* [What this task involves] What is needed here is an exact repetition of the records below, beginning at the line that has "as_left: tuple[Point, ...] = ()" and stopping after the line that has "less sensor; 0".

══ Supplied material

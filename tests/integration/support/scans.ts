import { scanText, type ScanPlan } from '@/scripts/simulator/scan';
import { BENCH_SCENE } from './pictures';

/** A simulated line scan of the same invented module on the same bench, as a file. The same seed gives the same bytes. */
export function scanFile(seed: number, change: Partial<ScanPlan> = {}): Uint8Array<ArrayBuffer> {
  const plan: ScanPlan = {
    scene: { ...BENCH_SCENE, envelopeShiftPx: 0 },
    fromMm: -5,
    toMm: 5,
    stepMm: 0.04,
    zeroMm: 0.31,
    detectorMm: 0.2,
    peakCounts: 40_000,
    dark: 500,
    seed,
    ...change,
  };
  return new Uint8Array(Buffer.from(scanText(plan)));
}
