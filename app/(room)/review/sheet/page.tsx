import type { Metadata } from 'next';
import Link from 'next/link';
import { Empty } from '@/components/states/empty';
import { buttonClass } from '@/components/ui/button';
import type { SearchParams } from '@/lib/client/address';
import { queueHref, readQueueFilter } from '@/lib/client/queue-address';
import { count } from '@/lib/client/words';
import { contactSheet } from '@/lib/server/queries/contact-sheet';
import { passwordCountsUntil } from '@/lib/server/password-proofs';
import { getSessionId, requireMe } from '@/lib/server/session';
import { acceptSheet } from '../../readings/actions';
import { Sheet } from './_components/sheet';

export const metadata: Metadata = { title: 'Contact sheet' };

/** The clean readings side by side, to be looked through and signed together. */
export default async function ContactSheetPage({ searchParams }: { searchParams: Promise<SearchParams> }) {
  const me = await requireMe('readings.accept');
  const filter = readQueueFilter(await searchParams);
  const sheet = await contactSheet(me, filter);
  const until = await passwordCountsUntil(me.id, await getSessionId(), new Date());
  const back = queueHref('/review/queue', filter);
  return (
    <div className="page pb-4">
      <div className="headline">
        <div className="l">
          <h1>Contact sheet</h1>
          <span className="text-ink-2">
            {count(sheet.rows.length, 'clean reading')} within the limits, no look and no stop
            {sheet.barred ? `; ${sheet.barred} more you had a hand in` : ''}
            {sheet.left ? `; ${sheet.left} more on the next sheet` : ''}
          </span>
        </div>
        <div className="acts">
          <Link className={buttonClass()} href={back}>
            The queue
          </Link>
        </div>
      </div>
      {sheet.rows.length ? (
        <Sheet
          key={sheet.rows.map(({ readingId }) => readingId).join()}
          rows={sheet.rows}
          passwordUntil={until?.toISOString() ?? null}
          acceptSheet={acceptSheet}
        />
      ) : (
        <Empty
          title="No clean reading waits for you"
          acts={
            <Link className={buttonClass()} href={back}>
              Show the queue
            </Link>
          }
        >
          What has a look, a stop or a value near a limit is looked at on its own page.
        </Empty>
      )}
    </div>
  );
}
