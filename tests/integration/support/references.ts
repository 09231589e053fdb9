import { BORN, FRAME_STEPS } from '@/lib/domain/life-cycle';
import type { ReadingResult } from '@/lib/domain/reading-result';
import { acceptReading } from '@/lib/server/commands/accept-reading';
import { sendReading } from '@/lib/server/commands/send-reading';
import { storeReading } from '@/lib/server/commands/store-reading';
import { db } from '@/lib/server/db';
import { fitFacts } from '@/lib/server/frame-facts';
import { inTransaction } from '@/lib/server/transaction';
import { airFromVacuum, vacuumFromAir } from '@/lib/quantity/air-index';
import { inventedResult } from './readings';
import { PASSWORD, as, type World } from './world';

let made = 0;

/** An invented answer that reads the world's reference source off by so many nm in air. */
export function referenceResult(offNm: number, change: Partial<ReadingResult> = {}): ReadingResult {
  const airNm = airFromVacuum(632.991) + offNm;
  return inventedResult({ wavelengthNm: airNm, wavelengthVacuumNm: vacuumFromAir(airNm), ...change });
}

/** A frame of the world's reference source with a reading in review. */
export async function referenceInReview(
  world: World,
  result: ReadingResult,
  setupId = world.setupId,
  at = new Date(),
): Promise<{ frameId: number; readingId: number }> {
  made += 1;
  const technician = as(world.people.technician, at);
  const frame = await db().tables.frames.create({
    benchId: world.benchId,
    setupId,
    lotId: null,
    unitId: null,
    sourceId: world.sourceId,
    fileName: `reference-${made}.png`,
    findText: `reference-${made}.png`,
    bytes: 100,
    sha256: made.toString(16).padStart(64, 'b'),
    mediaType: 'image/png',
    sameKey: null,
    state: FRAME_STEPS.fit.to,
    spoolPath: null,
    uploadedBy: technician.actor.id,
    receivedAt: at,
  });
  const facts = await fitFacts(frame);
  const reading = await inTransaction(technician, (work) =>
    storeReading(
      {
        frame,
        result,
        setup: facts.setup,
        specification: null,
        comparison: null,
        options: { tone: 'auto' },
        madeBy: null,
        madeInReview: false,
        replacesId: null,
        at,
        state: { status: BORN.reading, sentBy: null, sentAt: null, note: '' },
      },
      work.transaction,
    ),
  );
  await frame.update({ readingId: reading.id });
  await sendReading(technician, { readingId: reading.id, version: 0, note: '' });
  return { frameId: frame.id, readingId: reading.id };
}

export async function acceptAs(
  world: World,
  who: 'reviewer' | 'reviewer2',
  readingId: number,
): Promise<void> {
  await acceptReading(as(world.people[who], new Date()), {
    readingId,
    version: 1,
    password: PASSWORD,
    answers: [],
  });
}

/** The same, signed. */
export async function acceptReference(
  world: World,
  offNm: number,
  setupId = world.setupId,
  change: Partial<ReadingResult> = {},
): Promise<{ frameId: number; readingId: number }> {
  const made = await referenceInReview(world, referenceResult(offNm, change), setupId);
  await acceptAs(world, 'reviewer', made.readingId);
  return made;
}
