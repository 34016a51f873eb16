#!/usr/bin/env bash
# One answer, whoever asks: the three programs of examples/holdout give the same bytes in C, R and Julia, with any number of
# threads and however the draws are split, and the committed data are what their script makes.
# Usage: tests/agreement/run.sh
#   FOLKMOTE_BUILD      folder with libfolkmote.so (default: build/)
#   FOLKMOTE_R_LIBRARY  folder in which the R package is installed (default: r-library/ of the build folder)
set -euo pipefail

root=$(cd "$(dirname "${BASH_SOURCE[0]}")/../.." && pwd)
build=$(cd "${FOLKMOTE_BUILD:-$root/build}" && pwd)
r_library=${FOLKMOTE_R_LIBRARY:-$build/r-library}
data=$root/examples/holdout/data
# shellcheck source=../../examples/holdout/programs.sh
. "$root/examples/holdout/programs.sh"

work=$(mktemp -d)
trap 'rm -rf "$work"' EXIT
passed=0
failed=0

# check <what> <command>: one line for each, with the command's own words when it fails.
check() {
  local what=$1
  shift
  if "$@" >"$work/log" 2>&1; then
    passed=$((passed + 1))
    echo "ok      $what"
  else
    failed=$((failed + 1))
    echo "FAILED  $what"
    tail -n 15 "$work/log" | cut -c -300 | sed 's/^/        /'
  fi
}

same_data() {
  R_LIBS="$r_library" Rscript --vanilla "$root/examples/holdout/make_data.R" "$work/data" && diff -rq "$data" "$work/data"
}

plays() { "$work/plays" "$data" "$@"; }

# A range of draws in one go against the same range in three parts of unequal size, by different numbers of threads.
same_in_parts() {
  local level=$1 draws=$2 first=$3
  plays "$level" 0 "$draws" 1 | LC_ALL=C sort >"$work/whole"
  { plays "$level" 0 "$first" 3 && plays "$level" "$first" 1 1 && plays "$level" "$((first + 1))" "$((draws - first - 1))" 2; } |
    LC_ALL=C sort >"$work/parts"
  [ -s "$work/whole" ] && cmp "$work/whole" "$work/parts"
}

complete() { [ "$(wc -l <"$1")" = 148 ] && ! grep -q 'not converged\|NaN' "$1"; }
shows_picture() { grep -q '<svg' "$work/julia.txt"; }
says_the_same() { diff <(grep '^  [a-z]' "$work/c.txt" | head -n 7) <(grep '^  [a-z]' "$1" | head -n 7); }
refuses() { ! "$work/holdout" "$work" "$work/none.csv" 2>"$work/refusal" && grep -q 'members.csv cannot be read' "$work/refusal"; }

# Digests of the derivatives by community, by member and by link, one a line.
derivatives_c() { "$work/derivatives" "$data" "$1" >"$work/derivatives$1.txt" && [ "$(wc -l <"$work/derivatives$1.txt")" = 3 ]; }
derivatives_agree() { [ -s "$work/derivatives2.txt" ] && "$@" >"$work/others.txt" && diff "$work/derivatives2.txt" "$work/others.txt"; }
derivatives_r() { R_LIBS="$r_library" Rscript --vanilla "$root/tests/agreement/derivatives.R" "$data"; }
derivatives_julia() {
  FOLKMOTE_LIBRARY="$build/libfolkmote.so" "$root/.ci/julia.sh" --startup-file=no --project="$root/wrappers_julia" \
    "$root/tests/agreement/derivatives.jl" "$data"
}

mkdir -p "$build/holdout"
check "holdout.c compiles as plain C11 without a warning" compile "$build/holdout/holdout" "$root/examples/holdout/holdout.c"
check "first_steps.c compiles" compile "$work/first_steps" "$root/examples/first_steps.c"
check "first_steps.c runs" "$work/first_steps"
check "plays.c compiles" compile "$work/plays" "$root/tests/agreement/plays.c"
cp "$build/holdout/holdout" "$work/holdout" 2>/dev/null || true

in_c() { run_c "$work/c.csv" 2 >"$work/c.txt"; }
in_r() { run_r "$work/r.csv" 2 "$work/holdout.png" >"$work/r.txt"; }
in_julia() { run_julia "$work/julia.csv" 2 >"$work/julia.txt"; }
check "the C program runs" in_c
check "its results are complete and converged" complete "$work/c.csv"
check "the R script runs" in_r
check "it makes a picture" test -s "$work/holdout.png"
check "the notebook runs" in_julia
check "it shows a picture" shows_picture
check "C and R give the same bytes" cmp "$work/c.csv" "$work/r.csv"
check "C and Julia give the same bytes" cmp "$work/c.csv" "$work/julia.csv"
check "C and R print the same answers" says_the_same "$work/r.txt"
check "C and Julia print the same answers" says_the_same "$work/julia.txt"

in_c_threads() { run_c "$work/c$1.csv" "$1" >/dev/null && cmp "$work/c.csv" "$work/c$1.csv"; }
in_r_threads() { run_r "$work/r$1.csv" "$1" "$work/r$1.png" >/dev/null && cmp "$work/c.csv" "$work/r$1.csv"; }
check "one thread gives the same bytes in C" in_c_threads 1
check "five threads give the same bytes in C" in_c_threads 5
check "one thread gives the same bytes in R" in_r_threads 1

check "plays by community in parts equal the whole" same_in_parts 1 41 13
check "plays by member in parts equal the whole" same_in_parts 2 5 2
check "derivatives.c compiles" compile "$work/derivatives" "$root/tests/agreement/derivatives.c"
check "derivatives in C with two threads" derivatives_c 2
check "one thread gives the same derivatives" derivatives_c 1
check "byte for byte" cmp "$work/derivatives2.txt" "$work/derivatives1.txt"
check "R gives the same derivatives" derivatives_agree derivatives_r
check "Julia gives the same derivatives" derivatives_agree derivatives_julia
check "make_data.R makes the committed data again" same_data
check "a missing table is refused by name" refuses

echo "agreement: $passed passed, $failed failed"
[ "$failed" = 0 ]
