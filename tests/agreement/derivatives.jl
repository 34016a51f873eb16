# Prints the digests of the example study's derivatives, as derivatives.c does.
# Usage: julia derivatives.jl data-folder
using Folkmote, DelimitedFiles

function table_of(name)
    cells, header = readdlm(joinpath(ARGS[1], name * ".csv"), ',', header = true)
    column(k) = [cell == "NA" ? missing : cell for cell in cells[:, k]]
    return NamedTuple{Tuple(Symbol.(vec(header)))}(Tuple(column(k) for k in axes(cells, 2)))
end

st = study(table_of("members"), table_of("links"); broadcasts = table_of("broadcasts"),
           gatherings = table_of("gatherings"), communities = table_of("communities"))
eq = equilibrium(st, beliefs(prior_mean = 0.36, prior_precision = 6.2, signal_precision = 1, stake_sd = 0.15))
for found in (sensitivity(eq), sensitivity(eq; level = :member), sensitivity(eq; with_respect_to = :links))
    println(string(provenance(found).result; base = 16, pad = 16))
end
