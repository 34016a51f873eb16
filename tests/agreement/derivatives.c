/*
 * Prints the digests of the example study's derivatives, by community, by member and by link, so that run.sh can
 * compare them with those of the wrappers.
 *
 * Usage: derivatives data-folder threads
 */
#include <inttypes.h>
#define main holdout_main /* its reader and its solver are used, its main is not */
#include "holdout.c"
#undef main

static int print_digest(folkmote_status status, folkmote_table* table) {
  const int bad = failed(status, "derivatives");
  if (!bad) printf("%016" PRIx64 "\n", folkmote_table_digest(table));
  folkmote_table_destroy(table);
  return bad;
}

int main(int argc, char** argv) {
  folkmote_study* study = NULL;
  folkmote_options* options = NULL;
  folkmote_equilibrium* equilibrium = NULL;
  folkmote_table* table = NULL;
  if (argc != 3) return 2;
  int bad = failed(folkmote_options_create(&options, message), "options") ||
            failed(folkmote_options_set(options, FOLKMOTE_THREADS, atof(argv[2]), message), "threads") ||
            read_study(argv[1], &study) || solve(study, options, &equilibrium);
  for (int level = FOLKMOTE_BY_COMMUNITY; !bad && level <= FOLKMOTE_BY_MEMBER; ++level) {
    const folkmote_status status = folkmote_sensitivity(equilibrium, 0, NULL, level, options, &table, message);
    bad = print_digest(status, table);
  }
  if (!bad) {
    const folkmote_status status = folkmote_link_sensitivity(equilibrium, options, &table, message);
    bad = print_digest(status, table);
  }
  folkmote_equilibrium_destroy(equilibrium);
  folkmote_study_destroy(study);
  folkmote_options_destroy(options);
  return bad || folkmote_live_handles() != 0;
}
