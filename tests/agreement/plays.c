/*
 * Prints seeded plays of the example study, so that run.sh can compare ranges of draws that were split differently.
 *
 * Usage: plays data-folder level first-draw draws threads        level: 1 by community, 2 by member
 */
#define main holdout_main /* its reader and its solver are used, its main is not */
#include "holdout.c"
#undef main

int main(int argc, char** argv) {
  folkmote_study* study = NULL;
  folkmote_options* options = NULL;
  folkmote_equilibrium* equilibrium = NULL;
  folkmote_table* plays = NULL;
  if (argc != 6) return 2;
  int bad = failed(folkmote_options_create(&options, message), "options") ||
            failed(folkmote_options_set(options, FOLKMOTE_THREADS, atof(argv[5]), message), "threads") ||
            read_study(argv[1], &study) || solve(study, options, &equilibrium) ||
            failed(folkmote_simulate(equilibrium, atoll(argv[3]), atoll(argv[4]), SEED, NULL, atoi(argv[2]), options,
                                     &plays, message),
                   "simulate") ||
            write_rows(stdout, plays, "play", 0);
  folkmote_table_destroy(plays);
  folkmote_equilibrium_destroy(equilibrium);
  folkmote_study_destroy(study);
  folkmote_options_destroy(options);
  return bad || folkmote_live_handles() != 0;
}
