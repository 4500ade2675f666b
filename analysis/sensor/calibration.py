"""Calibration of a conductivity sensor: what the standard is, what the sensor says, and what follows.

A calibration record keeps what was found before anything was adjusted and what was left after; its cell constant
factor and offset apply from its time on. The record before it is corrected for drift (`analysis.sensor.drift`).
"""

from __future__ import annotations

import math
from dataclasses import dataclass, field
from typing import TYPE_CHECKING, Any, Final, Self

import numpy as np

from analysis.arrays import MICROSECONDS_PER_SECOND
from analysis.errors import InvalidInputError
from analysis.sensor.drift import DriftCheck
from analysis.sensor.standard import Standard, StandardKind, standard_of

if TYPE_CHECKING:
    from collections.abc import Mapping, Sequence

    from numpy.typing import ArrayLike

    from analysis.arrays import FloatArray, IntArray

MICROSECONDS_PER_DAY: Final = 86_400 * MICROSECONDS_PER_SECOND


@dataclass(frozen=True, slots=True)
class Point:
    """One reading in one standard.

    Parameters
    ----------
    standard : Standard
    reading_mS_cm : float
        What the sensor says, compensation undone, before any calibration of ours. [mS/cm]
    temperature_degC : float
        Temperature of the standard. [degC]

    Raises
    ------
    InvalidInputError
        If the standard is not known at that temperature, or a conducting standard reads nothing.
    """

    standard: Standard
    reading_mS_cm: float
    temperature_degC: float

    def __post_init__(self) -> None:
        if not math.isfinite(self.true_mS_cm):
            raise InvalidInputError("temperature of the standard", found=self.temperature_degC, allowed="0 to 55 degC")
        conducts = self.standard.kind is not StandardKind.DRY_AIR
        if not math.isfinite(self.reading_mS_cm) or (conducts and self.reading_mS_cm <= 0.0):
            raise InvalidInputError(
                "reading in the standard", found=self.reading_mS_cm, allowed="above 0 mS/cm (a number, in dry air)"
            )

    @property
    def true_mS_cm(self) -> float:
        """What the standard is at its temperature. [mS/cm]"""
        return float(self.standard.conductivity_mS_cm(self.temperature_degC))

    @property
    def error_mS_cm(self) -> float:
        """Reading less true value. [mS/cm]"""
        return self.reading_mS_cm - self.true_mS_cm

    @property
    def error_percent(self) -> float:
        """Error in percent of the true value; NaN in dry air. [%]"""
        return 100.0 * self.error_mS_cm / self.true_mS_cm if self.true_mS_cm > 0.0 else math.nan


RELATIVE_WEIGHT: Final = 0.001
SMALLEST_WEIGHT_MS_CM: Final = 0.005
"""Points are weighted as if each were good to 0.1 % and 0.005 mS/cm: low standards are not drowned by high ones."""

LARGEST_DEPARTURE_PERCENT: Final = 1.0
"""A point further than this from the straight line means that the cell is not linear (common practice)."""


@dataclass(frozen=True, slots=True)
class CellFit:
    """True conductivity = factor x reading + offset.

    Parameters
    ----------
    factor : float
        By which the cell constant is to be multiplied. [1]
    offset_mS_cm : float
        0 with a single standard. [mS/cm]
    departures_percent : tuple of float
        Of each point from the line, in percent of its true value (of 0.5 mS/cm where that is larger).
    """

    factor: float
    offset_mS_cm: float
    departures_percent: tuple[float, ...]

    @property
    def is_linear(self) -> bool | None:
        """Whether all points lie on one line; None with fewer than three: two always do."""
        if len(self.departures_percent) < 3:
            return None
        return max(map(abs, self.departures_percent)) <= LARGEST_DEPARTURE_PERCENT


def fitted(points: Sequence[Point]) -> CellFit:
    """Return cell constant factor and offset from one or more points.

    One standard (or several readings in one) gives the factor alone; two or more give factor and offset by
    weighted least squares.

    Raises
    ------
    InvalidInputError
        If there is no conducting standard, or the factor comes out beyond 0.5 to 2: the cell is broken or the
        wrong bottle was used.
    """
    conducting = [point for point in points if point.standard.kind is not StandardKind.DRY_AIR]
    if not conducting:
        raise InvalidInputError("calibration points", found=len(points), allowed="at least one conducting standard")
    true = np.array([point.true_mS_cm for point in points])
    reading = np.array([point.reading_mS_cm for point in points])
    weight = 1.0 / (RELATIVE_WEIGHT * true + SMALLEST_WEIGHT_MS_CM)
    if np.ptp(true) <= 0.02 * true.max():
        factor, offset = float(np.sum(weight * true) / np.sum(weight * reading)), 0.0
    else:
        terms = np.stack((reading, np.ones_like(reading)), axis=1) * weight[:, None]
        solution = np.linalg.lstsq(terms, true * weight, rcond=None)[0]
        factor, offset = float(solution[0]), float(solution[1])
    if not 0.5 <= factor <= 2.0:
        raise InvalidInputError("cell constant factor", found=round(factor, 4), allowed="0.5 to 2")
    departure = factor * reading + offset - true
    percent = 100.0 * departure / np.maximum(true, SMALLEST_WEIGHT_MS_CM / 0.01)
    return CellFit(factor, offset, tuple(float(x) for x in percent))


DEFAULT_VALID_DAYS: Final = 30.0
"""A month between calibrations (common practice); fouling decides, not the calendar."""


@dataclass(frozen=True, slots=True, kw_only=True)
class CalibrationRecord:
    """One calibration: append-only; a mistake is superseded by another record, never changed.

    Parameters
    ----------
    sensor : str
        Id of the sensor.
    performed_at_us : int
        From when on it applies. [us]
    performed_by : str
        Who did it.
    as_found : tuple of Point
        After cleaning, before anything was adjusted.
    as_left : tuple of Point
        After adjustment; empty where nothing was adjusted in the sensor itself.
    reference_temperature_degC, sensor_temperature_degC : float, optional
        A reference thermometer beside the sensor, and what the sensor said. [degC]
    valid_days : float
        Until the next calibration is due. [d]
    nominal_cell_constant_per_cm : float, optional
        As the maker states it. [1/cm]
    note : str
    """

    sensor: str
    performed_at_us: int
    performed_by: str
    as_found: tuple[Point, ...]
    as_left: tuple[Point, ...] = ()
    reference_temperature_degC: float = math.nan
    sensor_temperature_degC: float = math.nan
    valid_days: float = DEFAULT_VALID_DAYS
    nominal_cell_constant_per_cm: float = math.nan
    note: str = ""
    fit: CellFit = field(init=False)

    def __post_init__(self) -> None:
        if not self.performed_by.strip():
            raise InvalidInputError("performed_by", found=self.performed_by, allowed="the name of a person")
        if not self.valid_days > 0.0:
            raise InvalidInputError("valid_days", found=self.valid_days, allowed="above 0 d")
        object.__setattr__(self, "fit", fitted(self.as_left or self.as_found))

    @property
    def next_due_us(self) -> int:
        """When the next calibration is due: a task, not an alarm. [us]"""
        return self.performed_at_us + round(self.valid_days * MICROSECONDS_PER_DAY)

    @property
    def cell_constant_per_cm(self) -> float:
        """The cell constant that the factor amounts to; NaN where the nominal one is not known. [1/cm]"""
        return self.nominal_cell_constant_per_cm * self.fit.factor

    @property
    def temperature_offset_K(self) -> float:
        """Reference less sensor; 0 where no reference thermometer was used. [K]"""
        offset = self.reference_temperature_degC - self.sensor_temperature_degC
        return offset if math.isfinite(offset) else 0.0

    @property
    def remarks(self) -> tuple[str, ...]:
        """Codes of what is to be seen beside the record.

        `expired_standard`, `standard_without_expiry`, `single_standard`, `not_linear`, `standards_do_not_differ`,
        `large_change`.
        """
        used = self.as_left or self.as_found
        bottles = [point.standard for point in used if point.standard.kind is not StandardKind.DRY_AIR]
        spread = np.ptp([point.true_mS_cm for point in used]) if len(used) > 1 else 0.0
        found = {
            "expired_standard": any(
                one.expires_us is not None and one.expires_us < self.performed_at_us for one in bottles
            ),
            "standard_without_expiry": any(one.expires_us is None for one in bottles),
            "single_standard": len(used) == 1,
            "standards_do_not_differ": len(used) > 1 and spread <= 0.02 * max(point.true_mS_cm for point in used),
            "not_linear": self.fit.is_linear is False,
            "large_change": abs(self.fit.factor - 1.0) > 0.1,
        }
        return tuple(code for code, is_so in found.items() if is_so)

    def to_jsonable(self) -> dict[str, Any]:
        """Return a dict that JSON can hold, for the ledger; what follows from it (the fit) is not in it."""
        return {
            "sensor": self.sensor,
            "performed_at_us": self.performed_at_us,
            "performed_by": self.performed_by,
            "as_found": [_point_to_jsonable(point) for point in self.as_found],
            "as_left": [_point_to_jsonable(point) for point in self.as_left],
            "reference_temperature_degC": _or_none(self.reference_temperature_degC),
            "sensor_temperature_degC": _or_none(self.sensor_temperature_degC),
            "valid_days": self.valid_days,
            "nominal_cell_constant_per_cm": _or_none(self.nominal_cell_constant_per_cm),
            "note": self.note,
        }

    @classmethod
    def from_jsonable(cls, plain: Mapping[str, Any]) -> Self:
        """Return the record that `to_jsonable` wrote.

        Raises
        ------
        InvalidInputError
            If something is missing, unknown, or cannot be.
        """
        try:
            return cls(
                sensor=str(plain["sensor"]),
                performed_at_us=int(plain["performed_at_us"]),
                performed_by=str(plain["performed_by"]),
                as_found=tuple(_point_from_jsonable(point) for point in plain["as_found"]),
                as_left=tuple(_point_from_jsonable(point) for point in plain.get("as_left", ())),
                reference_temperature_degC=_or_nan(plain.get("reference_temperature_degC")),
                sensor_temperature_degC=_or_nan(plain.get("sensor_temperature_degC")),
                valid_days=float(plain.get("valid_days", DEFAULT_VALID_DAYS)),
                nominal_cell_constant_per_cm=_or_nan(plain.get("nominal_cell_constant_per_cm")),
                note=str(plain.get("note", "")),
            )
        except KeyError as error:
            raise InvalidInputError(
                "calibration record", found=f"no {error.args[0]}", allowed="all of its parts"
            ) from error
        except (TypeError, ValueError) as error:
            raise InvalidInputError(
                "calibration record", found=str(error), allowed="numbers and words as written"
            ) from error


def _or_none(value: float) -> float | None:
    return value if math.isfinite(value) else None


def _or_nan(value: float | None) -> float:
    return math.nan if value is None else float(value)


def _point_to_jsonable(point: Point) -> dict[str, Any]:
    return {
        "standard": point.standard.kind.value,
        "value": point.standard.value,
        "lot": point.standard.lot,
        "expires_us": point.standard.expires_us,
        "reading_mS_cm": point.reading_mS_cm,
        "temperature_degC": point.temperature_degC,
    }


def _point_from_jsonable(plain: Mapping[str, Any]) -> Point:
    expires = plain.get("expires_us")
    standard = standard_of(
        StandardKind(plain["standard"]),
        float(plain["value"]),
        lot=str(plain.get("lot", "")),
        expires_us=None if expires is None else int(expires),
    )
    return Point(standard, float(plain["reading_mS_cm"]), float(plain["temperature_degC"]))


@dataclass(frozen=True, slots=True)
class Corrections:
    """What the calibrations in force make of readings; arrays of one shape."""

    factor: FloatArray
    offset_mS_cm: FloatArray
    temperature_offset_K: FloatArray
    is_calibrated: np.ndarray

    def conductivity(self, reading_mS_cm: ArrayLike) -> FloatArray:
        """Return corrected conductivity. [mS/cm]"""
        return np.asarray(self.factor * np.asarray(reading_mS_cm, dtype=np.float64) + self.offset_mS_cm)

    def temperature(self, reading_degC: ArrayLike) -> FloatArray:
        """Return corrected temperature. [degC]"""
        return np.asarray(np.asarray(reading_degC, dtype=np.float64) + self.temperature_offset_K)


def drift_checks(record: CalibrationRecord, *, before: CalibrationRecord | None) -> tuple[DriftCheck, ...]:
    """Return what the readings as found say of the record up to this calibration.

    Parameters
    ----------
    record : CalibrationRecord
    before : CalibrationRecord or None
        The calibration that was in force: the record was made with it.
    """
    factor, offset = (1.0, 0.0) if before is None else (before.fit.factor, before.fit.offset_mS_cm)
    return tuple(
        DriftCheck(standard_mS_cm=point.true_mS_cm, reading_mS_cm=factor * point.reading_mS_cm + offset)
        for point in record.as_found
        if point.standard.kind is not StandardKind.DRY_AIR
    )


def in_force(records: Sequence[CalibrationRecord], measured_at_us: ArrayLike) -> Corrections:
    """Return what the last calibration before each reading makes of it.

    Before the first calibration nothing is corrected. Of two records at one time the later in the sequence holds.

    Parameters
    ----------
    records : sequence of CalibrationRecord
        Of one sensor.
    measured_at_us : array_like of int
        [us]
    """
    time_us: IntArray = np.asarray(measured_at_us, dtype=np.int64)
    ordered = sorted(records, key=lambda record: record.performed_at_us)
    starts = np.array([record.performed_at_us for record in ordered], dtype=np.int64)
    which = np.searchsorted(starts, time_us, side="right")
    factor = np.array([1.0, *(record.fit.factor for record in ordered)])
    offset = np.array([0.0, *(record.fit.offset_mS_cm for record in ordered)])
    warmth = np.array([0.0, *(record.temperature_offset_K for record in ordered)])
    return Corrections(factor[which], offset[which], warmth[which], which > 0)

════

* [Exercise response]
    as_left: tuple[Point, ...] = ()
    reference_temperature_degC: float = math.nan
    sensor_temperature_degC: float = math.nan
    valid_days: float = DEFAULT_VALID_DAYS
    nominal_cell_constant_per_cm: float = math.nan
    note: str = ""
    fit: CellFit = field(init=False)

    def __post_init__(self) -> None:
        if not self.performed_by.strip():
            raise InvalidInputError("performed_by", found=self.performed_by, allowed="the name of a person")
        if not self.valid_days > 0.0:
            raise InvalidInputError("valid_days", found=self.valid_days, allowed="above 0 d")
        object.__setattr__(self, "fit", fitted(self.as_left or self.as_found))

    @property
    def next_due_us(self) -> int:
        """When the next calibration is due: a task, not an alarm. [us]"""
        return self.performed_at_us + round(self.valid_days * MICROSECONDS_PER_DAY)

    @property
    def cell_constant_per_cm(self) -> float:
        """The cell constant that the factor amounts to; NaN where the nominal one is not known. [1/cm]"""
        return self.nominal_cell_constant_per_cm * self.fit.factor

    @property
    def temperature_offset_K(self) -> float:
        """Reference less sensor; 0 where no reference thermometer was used. [K]"""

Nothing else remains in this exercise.